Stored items
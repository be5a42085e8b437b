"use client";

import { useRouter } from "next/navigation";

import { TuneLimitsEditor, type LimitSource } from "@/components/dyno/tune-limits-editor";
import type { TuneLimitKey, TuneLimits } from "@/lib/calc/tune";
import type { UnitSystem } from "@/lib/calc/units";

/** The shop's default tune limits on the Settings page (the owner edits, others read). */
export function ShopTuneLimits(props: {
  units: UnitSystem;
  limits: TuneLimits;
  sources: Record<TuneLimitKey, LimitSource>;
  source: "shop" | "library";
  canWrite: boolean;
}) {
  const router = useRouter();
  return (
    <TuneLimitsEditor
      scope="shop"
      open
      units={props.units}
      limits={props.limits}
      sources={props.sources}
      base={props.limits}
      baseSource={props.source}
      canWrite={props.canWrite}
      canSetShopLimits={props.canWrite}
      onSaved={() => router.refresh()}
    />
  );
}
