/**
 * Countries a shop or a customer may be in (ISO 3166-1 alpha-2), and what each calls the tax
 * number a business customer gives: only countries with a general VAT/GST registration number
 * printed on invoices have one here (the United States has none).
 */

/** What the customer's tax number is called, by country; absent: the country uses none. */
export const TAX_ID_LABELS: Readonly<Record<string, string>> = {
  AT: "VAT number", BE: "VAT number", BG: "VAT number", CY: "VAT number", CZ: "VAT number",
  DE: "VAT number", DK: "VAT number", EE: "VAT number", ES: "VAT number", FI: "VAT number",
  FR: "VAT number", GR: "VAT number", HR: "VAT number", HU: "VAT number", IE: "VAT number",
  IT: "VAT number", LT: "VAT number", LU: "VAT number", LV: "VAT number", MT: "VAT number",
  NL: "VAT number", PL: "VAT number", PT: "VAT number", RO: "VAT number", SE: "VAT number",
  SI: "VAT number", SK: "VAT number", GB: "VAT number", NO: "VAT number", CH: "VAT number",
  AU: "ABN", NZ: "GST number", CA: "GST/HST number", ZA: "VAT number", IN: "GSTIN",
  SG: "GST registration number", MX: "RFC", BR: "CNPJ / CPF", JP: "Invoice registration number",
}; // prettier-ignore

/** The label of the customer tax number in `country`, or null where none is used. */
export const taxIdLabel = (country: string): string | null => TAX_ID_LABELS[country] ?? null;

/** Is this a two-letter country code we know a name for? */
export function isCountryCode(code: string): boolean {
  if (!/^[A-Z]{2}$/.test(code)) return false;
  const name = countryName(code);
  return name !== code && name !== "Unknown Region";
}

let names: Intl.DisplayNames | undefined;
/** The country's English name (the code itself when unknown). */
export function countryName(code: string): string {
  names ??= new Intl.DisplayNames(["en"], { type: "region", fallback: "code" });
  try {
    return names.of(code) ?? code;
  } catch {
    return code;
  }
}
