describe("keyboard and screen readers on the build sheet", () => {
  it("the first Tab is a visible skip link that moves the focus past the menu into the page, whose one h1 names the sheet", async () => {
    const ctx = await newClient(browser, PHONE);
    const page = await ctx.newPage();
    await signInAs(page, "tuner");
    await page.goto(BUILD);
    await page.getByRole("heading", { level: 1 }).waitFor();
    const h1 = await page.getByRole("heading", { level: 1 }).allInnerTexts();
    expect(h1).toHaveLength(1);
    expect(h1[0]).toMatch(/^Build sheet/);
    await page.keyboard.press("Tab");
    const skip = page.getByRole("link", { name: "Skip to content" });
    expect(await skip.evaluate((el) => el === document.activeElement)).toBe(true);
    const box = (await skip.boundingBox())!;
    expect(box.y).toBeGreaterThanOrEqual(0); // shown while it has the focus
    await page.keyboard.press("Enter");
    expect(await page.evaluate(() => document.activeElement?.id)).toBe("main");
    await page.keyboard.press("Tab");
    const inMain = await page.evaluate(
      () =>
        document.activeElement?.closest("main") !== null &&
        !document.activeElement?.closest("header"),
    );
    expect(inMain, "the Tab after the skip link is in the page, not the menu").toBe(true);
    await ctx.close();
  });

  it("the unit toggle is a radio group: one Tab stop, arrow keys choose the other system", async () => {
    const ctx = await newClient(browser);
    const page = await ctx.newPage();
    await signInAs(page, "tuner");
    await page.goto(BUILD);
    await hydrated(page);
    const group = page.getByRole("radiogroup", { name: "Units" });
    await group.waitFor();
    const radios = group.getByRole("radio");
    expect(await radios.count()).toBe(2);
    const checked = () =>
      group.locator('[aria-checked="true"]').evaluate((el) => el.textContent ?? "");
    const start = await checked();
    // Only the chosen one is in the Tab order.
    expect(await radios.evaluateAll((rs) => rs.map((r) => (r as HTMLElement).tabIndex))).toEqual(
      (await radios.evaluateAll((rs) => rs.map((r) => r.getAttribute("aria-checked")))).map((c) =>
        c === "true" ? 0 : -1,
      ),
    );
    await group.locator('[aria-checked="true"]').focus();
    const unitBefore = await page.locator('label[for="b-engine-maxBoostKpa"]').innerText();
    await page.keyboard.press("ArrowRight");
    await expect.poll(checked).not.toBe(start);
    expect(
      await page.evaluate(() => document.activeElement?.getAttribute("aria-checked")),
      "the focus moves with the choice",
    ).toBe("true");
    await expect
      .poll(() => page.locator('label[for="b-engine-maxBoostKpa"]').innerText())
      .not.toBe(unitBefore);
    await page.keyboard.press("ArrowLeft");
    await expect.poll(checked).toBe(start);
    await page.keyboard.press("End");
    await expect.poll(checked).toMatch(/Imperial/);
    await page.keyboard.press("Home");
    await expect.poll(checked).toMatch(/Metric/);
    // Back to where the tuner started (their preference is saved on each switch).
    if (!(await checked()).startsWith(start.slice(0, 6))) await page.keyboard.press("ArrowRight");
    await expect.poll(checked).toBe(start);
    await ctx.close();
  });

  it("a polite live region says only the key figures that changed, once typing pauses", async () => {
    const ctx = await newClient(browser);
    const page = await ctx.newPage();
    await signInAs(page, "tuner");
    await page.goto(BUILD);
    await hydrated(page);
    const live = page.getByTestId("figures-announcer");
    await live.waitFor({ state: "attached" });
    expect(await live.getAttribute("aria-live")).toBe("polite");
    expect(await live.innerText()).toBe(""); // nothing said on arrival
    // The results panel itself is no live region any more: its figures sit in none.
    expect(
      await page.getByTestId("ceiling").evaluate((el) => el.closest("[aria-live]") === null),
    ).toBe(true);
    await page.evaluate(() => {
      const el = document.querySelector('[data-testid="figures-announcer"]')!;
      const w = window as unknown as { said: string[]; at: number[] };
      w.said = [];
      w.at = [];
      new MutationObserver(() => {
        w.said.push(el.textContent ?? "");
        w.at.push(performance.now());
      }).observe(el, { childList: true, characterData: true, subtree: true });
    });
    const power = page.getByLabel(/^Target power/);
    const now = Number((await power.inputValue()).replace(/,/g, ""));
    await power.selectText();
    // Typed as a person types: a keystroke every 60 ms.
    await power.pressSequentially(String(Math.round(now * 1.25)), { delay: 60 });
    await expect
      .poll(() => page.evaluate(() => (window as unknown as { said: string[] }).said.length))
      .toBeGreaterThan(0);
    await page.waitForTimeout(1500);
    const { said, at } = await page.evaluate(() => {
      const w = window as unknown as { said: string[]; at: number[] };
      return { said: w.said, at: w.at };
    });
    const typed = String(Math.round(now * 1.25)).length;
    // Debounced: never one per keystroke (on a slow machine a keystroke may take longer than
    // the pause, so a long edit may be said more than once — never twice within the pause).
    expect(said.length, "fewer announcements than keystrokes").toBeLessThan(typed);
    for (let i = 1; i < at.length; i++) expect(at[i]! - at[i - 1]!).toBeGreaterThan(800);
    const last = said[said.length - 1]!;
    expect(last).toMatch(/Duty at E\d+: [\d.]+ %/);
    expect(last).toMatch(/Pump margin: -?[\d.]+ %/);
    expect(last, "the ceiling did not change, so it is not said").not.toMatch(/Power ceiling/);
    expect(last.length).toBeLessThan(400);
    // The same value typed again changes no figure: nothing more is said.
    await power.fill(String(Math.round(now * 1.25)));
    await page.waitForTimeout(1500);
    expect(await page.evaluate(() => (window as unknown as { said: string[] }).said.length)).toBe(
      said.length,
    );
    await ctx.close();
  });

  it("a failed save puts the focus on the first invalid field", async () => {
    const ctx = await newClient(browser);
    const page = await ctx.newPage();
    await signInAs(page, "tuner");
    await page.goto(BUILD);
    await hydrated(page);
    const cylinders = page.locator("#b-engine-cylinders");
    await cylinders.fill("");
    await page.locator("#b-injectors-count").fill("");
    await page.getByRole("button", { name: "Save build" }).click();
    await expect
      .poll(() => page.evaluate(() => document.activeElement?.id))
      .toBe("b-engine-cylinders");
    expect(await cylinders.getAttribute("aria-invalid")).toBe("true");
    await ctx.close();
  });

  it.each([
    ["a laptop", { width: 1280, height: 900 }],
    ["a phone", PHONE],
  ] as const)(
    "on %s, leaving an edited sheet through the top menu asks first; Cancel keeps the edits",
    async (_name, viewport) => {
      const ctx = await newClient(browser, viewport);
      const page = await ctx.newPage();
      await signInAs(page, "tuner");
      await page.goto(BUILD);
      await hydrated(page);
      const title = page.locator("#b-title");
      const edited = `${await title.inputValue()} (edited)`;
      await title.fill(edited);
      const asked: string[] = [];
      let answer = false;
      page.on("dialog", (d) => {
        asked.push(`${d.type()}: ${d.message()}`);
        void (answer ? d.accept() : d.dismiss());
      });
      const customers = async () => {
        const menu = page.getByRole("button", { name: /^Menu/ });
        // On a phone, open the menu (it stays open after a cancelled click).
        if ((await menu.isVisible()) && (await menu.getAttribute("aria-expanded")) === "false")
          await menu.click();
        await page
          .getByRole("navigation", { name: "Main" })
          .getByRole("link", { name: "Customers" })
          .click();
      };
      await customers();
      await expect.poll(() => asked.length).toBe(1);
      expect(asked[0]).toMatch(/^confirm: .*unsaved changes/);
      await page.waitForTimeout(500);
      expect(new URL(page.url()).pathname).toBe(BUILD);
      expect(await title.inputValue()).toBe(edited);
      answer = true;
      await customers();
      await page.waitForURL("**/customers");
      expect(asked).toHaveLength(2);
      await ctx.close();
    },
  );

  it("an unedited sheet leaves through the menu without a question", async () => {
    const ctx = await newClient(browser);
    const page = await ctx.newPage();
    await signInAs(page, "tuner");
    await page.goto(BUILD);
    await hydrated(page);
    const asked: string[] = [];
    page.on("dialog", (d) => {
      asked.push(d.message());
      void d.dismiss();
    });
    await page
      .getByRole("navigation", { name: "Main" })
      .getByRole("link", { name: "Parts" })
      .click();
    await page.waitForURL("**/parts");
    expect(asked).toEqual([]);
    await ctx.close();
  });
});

## [Exercise]
Tally up the lines above in which "names" occurs. Give the result as a bare number.

## [Result]
4